TASK GOAL. After going through the data below, state how many lines contain "count", and nothing else.

SOURCE MATERIAL.
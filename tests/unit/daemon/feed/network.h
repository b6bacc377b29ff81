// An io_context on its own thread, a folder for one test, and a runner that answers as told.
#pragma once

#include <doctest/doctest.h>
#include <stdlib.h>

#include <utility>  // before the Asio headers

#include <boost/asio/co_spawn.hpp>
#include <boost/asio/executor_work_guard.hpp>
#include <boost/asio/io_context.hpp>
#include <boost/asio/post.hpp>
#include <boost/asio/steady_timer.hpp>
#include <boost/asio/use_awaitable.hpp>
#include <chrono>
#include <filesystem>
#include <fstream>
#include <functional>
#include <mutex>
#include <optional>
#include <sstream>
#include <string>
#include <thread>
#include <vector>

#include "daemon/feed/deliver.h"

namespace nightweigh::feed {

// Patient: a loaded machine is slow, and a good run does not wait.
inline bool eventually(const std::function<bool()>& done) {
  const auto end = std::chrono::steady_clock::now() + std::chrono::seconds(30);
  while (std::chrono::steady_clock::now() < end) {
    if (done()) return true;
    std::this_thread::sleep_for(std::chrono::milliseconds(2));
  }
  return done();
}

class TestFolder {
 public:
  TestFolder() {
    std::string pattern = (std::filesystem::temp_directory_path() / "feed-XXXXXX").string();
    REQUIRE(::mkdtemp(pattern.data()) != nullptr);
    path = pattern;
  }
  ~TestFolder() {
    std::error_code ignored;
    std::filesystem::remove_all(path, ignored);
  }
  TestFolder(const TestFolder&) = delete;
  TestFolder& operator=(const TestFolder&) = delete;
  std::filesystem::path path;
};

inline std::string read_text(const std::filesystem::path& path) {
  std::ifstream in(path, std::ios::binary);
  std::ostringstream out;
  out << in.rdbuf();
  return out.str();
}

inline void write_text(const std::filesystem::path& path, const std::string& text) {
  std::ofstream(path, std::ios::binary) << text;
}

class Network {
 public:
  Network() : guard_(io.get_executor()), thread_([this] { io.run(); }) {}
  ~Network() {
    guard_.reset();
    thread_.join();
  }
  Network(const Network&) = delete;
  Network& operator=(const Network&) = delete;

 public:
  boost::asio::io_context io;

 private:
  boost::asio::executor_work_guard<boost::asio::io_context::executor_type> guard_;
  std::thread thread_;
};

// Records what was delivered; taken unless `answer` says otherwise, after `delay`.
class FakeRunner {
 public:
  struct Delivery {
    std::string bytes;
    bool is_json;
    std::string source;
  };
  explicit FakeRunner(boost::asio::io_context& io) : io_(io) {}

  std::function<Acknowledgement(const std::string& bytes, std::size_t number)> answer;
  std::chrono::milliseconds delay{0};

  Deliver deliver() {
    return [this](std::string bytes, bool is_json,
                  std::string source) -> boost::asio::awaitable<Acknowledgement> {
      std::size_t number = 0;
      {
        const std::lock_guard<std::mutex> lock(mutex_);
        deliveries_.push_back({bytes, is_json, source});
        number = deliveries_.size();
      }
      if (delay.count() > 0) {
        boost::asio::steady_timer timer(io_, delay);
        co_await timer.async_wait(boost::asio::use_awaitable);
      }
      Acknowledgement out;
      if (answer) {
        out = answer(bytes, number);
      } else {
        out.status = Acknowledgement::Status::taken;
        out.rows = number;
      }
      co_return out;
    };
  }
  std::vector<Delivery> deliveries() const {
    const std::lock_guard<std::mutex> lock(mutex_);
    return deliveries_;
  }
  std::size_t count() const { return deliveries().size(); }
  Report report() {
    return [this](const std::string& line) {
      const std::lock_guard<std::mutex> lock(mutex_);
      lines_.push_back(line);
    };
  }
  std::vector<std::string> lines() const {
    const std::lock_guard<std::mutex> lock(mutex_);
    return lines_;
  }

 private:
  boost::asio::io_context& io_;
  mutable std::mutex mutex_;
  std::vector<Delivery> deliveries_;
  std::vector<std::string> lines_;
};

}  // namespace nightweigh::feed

...

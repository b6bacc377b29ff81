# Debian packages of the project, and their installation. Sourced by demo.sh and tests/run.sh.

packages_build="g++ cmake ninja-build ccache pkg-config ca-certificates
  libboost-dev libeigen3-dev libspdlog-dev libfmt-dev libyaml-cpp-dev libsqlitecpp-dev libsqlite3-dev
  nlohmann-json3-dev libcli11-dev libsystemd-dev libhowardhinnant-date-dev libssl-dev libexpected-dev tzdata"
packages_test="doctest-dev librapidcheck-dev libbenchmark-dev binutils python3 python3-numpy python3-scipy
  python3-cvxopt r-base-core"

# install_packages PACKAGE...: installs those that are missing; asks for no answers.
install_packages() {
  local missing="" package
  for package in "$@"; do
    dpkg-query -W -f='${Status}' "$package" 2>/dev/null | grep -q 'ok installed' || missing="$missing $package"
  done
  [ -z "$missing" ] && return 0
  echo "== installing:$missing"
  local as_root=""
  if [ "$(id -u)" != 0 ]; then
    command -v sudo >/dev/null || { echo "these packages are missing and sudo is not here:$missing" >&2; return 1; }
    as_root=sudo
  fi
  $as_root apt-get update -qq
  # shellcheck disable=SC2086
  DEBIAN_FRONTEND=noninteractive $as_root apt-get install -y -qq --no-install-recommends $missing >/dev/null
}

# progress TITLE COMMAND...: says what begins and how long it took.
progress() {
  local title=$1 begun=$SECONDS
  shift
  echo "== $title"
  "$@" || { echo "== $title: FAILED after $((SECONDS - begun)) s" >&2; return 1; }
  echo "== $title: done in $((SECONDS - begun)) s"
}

THE ANSWER. 2